PALO ALTO, CA — Writing a musical composition about the My Lai massacre of 1968 during the Vietnam War ought to be as difficult a task as writing about the Holocaust. How does one adequately convey in music the horror of such an episode, one that punctures the story line that all American soldiers were innately compassionate, kind, brave, selfless defenders of Mom, flag, and apple pie? And how does one do so without crossing the line into mawkish sentimentality or unbearable stridency?

Jonathan Berger composed the "monodrama." (Nicholas Jensen)
Jonathan Berger composed the monodrama. (Nicholas Jensen)

Jonathan Berger, a professor of music at Stanford University known for embracing political themes in his music, has tried to avoid these traps in a large-scale collaboration with librettist Harriet Scott Chessman called My Lai. Although the performance in the Bing Concert Hall on the Stanford campus on Oct. 10 was designated as the world premiere, it was really the first concert performance of a work in progress — well beyond the workshop stage but not yet the finished item. The fully staged version will be unveiled at the co-commissioning Harris Theatre for Music and Dance in Chicago on Jan. 29, 2016.

While Lt. William Calley, Jr., the only man to serve time for his role in the atrocities, had been the best-known figure and symbol of My Lai, Berger’s piece is a monodrama as told from the point of view of Warrant Officer Hugh Thompson, Jr., the man who blew the whistle on My Lai and tried to stop it. The piece is set in 2005, with Thompson, dying of cancer in a Louisiana hospital, recalling his experiences in the village of Son My (My Lai being only one of many tiny hamlets within the village).

Helicopter pilot Hugh Thompson blew the whistel on the My Lai massacre.
Helicopter pilot Hugh Thompson Jr. blew the whistle on My Lai.

Upon noticing the massacre on a routine helicopter reconnaissance flight and seeing no Viet Cong activity, Thompson made three landings to try to stop the killings and rescue some of the villagers. He became the star witness for the Army’s investigation of My Lai, and for his trouble was turned into a pariah, discredited by figures from President Nixon on down the line. Today, with the end of the war 40 years in the rear-view mirror and as the U.S. relationship with Hanoi continues to heal and even flourish, Thompson is regarded as a hero — and he lived just long enough to be honored for his actions.

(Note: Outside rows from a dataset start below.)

@pytest.mark.parametrize("with_errors", [False, True])
def test_prepare_is_masking_then_normalize_to_the_bit(kurucz_sun, with_errors):
    # prepare() divides by the continuum on the arrays and builds one Spectrum; the result must be
    # what masking, then normalize() of the masked Spectrum, gives (the Kurucz Sun of rms-solar,
    # with a few bad pixels and, once, an error array), bit for bit
    from specan.obsinfo import get_info, replace_parts
    from specan.prepare import _bad_pixels, normalize, telluric_mask

    w, f, _ = kurucz_sun
    keep = (w > 3500) & (w < 9000)
    w, f = w[keep], f[keep].copy()
    f[[40, 41, 900]] = [np.nan, -1.0, np.inf]
    err = 0.01 * np.abs(np.nan_to_num(f, posinf=1.0)) + 1e-3 if with_errors else None
    spec = _spectrum(w, f, err)
    out = prepare(spec)
    mask = _bad_pixels(f, err, False) | telluric_mask(w, "vacuum")
    masked = replace_parts(spec, mask=mask, meta=dict(spec.meta, specan=get_info(out).copy()))
    get_info(masked).normalized = False
    slow = normalize(masked)
    assert np.array_equal(out.flux.value, slow.flux.value, equal_nan=True)
    assert np.array_equal(out.mask, slow.mask)
    assert np.array_equal(out.meta["continuum"].value, slow.meta["continuum"].value, equal_nan=True)
    assert out.meta["continuum"].unit == slow.meta["continuum"].unit
    if with_errors:
        assert np.array_equal(out.uncertainty.array, slow.uncertainty.array)
    else:
        assert out.uncertainty is None and slow.uncertainty is None
    assert get_info(out).normalized and get_info(out).snr == get_info(slow).snr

Berger has divided this roughly hour-long theater piece into three continuous acts — or, as they are called in the libretto, “landings” (referring to Thompson’s three helicopter landings) — which in turn are subdivided into scenes. Thompson has agonized flashbacks of what he witnessed. They are still living nightmares to him, not heroic episodes. He frequently tries to sing an old spiritual, “My Lord, What A Morning,” perhaps as a way to ease the pain. Occasionally, you could hear the wap-wap of a helicopter through the loudspeakers; otherwise, everything was expressed through music, words, and a few lighting effects.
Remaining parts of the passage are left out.